= Task to complete =
Below are the records; copy every line in them that holds the string "verdict".

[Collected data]

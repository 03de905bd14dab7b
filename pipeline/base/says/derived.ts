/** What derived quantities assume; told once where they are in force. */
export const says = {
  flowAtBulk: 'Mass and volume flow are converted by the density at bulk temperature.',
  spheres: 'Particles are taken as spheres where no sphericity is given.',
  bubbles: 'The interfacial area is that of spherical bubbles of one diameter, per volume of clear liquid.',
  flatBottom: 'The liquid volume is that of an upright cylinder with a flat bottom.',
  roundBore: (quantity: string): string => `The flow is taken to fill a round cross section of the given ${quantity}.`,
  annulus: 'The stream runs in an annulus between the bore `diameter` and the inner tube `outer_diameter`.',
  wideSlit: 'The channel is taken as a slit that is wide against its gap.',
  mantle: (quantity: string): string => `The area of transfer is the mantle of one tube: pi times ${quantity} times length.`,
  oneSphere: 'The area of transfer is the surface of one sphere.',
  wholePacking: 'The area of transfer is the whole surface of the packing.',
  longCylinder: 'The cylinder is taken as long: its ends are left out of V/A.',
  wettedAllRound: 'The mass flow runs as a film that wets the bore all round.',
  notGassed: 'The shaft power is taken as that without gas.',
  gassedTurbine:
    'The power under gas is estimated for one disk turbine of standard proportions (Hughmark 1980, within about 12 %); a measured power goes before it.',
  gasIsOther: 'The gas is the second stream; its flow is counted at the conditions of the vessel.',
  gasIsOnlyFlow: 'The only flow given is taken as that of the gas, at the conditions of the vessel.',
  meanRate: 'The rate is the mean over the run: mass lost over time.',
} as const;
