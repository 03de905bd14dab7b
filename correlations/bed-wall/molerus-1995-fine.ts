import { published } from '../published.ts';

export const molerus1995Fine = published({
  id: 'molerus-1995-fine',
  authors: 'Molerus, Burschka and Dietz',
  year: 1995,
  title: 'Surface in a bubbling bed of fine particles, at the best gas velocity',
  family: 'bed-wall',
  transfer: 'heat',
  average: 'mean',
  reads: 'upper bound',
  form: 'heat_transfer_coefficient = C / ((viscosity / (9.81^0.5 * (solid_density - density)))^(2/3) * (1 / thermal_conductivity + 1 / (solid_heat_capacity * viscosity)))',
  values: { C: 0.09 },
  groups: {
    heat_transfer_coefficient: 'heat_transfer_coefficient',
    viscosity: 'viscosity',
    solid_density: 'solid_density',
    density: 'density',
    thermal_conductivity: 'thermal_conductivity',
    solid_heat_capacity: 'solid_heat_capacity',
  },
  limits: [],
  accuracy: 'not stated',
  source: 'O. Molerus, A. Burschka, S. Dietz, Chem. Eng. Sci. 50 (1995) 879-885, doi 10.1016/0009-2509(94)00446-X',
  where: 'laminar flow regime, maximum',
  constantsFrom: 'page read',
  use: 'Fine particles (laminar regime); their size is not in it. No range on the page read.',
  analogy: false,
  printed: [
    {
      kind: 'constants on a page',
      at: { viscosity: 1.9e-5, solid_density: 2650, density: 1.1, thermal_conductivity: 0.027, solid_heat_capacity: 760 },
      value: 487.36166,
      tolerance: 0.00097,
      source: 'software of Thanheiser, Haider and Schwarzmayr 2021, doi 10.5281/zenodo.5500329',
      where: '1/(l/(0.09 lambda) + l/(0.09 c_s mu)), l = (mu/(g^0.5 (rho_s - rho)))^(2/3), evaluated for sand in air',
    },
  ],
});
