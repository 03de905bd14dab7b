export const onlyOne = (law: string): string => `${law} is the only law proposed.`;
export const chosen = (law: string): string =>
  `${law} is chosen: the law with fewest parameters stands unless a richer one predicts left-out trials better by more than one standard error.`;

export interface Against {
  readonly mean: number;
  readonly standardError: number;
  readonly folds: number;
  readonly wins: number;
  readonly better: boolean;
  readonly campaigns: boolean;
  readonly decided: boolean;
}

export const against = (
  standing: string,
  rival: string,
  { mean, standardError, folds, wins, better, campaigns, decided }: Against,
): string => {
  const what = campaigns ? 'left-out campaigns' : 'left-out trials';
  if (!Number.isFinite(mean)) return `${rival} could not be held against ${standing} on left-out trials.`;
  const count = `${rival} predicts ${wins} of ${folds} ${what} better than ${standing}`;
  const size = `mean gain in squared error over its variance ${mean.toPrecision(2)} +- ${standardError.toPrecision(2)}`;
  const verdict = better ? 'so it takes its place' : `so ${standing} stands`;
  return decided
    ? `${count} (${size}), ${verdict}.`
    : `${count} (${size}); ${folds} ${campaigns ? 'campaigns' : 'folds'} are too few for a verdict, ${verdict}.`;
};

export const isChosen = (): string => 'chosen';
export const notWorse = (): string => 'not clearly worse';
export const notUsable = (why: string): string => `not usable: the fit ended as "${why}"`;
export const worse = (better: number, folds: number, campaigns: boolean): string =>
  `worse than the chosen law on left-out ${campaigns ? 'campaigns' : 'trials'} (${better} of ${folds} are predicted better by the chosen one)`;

= Response to the exercise =
  const verdict = better ? 'so it takes its place' : `so ${standing} stands`;
    ? `${count} (${size}), ${verdict}.`
    : `${count} (${size}); ${folds} ${campaigns ? 'campaigns' : 'folds'} are too few for a verdict, ${verdict}.`;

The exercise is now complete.